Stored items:
• • •

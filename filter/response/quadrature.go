package response

// PinkFrom is the lowest frequency, in Hz, that pink weights cover.
const PinkFrom = 20.0

// TopOfBand is the highest frequency that bands and pink weights cover, as a
// fraction of the sample rate.
const TopOfBand = 0.45

// Quadrature makes ∫ df over lo..hi a weighted sum over the bins First to Last of a
// transform: the integral of the cubic through the four bins about each interval. Its
// error falls with the fourth power of the step, wherever between bins lo and hi lie.
type Quadrature struct {
	First, Last int

	step       float64
	inner      float64          // width of a bin that no end is near to, Hz
	head, tail [nearEnd]float64 // widths of the first and of the last bins
}

// nearEnd is how many bins from an end on have a width of their own.
const nearEnd = 4

// NewQuadrature is that over lo..hi in Hz, bins step Hz apart.
func NewQuadrature(step, lo, hi float64) Quadrature {
	first, last := int(lo/step), int(hi/step) // the intervals that hold the ends
	interval := func(i int) [4]float64 {
		return cubicWeights(max(0, lo/step-float64(i)), min(1, hi/step-float64(i)))
	}
	width := func(k int) float64 {
		var sum float64
		for i := max(first, k-2); i <= min(last, k+1); i++ {
			sum += interval(i)[k-i+1]
		}
		return sum * step
	}
	q := Quadrature{First: first - 1, Last: last + 2, step: step}
	whole := cubicWeights(0, 1)
	q.inner = (whole[3] + whole[2] + whole[1] + whole[0]) * step
	for i := range nearEnd {
		q.head[i], q.tail[i] = width(q.First+i), width(q.Last-i)
	}
	return q
}

// Width is bin k's weight in Hz, k from First to Last.
func (q *Quadrature) Width(k int) float64 {
	switch {
	case k < q.First+nearEnd:
		return q.head[k-q.First]
	case k > q.Last-nearEnd:
		return q.tail[q.Last-k]
	}
	return q.inner
}

// Pink is bin k's weight in the integral of df/f.
func (q *Quadrature) Pink(k int) float64 { return q.Width(k) / (float64(k) * q.step) }

// EachBin visits the bins of a transform, step Hz apart, whose weighted sum is ∫ df over
// lo..hi, with their weights in Hz; see Quadrature.
func EachBin(step, lo, hi float64, visit func(k int, width float64)) {
	q := NewQuadrature(step, lo, hi)
	for k := q.First; k <= q.Last; k++ {
		visit(k, q.Width(k))
	}
}

// cubicWeights integrates the cubic through the points -1, 0, 1, 2 over from..to within 0..1.
func cubicWeights(from, to float64) [4]float64 {
	if from == 0 && to == 1 {
		return [4]float64{-1. / 24, 13. / 24, 13. / 24, -1. / 24}
	}
	a, b, c := lagrange(from), lagrange((from+to)/2), lagrange(to)
	var w [4]float64
	for j := range w {
		w[j] = (to - from) / 6 * (a[j] + 4*b[j] + c[j]) // Simpson's rule is exact for cubics
	}
	return w
}

// lagrange are the basis polynomials of the points -1, 0, 1, 2 at u.
func lagrange(u float64) [4]float64 {
	return [4]float64{
		-u * (u - 1) * (u - 2) / 6,
		(u + 1) * (u - 1) * (u - 2) / 2,
		-(u + 1) * u * (u - 2) / 2,
		(u + 1) * u * (u - 1) / 6,
	}
}

// PinkQuadrature is that of pink weights, the integral of df/f over 20 Hz to 0.45 of
// the rate in Hz; see Quadrature.Pink.
func PinkQuadrature(step, rate float64) Quadrature {
	return NewQuadrature(step, PinkFrom, TopOfBand*rate)
}

// EachPink visits the bins of pink weights.
func EachPink(step, rate float64, visit func(k int, pink float64)) {
	q := PinkQuadrature(step, rate)
	for k := q.First; k <= q.Last; k++ {
		visit(k, q.Pink(k))
	}
}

• • •

YOUR INSTRUCTIONS:
The entries above should be set down again exactly as they appear.

SOLUTION FOR THIS PROBLEM:
filename filter/response/quadrature.go
package response

// PinkFrom is the lowest frequency, in Hz, that pink weights cover.
const PinkFrom = 20.0

// TopOfBand is the highest frequency that bands and pink weights cover, as a
// fraction of the sample rate.
const TopOfBand = 0.45

// Quadrature makes ∫ df over lo..hi a weighted sum over the bins First to Last of a
// transform: the integral of the cubic through the four bins about each interval. Its
// error falls with the fourth power of the step, wherever between bins lo and hi lie.
type Quadrature struct {
	First, Last int

	step       float64
	inner      float64          // width of a bin that no end is near to, Hz
	head, tail [nearEnd]float64 // widths of the first and of the last bins
}

// nearEnd is how many bins from an end on have a width of their own.
const nearEnd = 4

// NewQuadrature is that over lo..hi in Hz, bins step Hz apart.
func NewQuadrature(step, lo, hi float64) Quadrature {
	first, last := int(lo/step), int(hi/step) // the intervals that hold the ends
	interval := func(i int) [4]float64 {
		return cubicWeights(max(0, lo/step-float64(i)), min(1, hi/step-float64(i)))
	}
	width := func(k int) float64 {
		var sum float64
		for i := max(first, k-2); i <= min(last, k+1); i++ {
			sum += interval(i)[k-i+1]
		}
		return sum * step
	}
	q := Quadrature{First: first - 1, Last: last + 2, step: step}
	whole := cubicWeights(0, 1)
	q.inner = (whole[3] + whole[2] + whole[1] + whole[0]) * step
	for i := range nearEnd {
		q.head[i], q.tail[i] = width(q.First+i), width(q.Last-i)
	}
	return q
}

// Width is bin k's weight in Hz, k from First to Last.
func (q *Quadrature) Width(k int) float64 {
	switch {
	case k < q.First+nearEnd:
		return q.head[k-q.First]
	case k > q.Last-nearEnd:
		return q.tail[q.Last-k]
	}
	return q.inner
}

// Pink is bin k's weight in the integral of df/f.
func (q *Quadrature) Pink(k int) float64 { return q.Width(k) / (float64(k) * q.step) }

// EachBin visits the bins of a transform, step Hz apart, whose weighted sum is ∫ df over
// lo..hi, with their weights in Hz; see Quadrature.
func EachBin(step, lo, hi float64, visit func(k int, width float64)) {
	q := NewQuadrature(step, lo, hi)
	for k := q.First; k <= q.Last; k++ {
		visit(k, q.Width(k))
	}
}

// cubicWeights integrates the cubic through the points -1, 0, 1, 2 over from..to within 0..1.
func cubicWeights(from, to float64) [4]float64 {
	if from == 0 && to == 1 {
		return [4]float64{-1. / 24, 13. / 24, 13. / 24, -1. / 24}
	}
	a, b, c := lagrange(from), lagrange((from+to)/2), lagrange(to)
	var w [4]float64
	for j := range w {
		w[j] = (to - from) / 6 * (a[j] + 4*b[j] + c[j]) // Simpson's rule is exact for cubics
	}
	return w
}

// lagrange are the basis polynomials of the points -1, 0, 1, 2 at u.
func lagrange(u float64) [4]float64 {
	return [4]float64{
		-u * (u - 1) * (u - 2) / 6,
		(u + 1) * (u - 1) * (u - 2) / 2,
		-(u + 1) * u * (u - 2) / 2,
		(u + 1) * u * (u - 1) / 6,
	}
}

// PinkQuadrature is that of pink weights, the integral of df/f over 20 Hz to 0.45 of
// the rate in Hz; see Quadrature.Pink.
func PinkQuadrature(step, rate float64) Quadrature {
	return NewQuadrature(step, PinkFrom, TopOfBand*rate)
}

// EachPink visits the bins of pink weights.
func EachPink(step, rate float64, visit func(k int, pink float64)) {
	q := PinkQuadrature(step, rate)
	for k := q.First; k <= q.Last; k++ {
		visit(k, q.Pink(k))
	}
}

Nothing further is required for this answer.